[Data excerpts]
_ _ _ _

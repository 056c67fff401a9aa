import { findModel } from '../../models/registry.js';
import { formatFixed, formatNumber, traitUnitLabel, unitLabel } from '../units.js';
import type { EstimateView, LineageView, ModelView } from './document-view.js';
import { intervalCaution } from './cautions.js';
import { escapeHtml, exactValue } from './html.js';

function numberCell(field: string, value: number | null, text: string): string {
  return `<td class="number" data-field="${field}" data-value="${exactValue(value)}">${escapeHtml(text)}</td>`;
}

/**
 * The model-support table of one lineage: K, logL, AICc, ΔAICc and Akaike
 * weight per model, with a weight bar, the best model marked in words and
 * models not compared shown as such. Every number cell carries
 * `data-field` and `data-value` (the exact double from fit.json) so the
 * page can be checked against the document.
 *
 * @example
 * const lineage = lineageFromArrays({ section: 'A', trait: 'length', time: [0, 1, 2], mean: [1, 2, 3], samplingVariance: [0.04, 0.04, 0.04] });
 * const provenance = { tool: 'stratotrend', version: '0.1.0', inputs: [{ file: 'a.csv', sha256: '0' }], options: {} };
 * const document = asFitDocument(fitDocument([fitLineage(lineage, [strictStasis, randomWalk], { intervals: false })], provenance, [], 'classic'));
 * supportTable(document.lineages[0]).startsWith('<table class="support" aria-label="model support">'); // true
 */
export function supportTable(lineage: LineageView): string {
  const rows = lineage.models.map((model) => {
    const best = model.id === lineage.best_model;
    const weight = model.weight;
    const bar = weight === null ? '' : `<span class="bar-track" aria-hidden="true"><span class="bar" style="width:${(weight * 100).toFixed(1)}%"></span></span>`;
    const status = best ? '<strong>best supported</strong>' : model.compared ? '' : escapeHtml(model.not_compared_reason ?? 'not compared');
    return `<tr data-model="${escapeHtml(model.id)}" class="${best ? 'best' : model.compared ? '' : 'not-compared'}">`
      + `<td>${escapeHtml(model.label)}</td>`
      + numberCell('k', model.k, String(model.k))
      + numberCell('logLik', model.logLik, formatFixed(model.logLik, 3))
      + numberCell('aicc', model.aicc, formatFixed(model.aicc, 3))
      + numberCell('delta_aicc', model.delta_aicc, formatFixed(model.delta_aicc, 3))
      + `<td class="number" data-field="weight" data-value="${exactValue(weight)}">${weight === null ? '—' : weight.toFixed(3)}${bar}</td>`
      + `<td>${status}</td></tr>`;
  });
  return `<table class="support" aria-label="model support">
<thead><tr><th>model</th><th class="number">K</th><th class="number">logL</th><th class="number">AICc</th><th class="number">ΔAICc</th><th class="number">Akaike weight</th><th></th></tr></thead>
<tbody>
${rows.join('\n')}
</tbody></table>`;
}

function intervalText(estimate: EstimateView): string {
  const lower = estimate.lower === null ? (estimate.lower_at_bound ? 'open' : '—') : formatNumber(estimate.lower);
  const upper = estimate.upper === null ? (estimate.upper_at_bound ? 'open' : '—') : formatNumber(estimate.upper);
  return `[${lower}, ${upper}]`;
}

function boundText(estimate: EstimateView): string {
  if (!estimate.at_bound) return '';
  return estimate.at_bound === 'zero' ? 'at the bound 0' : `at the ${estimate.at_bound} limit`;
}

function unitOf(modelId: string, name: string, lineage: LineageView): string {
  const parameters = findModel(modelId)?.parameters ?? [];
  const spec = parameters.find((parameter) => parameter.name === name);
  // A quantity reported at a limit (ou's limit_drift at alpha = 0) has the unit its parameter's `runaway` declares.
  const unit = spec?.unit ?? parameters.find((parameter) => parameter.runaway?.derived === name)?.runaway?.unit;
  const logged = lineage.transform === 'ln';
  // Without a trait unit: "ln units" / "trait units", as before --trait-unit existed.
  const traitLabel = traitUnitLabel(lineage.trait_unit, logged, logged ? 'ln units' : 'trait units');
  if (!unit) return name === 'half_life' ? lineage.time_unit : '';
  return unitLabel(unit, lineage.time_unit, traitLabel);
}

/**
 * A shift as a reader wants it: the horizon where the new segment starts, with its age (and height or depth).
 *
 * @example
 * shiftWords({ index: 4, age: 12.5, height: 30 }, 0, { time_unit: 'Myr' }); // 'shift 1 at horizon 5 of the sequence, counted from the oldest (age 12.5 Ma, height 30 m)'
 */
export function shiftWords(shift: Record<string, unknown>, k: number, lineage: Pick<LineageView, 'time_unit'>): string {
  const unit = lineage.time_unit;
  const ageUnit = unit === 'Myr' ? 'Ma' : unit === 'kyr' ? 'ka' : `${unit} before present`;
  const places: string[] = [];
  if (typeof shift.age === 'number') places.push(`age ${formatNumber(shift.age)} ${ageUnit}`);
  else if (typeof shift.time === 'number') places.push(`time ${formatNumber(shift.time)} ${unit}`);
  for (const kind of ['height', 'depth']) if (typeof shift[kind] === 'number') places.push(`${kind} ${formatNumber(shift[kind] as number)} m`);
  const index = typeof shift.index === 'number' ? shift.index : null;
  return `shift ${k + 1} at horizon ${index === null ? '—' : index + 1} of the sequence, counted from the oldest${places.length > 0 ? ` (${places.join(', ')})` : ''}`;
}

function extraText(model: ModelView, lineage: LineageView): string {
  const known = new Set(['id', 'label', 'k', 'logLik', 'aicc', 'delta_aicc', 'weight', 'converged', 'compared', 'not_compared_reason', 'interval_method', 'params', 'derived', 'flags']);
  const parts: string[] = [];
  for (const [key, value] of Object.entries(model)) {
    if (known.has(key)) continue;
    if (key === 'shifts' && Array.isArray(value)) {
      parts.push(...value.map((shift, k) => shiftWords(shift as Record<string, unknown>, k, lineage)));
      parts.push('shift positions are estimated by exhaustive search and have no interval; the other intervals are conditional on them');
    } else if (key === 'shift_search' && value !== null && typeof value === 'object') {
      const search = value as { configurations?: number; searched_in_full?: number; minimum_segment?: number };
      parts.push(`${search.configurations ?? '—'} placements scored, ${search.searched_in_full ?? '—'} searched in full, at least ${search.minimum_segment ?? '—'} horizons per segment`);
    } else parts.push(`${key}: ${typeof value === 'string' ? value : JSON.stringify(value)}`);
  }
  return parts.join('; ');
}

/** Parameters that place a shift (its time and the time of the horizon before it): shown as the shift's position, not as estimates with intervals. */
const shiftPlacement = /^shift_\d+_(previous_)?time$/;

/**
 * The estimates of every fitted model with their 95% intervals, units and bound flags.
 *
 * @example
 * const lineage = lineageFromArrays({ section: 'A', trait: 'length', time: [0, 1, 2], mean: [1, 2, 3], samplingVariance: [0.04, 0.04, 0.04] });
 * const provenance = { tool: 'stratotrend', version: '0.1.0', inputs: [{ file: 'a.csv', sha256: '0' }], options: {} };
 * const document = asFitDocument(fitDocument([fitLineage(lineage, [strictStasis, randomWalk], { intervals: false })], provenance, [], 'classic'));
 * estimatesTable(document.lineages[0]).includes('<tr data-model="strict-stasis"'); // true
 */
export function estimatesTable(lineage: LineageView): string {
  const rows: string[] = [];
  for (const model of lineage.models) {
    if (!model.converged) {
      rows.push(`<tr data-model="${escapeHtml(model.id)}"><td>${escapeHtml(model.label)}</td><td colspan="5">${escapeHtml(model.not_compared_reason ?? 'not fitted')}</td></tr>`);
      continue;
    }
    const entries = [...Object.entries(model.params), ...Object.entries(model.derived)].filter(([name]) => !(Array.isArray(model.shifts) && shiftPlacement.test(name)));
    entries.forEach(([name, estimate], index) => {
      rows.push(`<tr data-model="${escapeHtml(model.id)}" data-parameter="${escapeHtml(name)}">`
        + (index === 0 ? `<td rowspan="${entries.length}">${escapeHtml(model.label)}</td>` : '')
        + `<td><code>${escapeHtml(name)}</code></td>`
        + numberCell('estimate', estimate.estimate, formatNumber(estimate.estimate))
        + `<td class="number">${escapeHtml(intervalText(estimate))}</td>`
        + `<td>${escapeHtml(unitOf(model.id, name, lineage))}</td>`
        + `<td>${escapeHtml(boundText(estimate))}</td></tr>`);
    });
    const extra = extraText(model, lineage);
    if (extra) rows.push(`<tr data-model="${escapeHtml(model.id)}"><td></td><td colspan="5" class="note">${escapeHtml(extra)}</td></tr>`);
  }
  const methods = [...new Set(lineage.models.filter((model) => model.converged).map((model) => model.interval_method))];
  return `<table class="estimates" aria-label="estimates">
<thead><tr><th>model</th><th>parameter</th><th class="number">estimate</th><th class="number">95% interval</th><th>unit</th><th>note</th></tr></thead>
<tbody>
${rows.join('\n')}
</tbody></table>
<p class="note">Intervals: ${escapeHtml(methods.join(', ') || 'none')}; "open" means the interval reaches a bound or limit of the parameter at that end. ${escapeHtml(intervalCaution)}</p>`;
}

_ _ _ _

### Task brief
Tally the lines in the records that hold the word "ΔAICc". Give only the total.

### Written response
2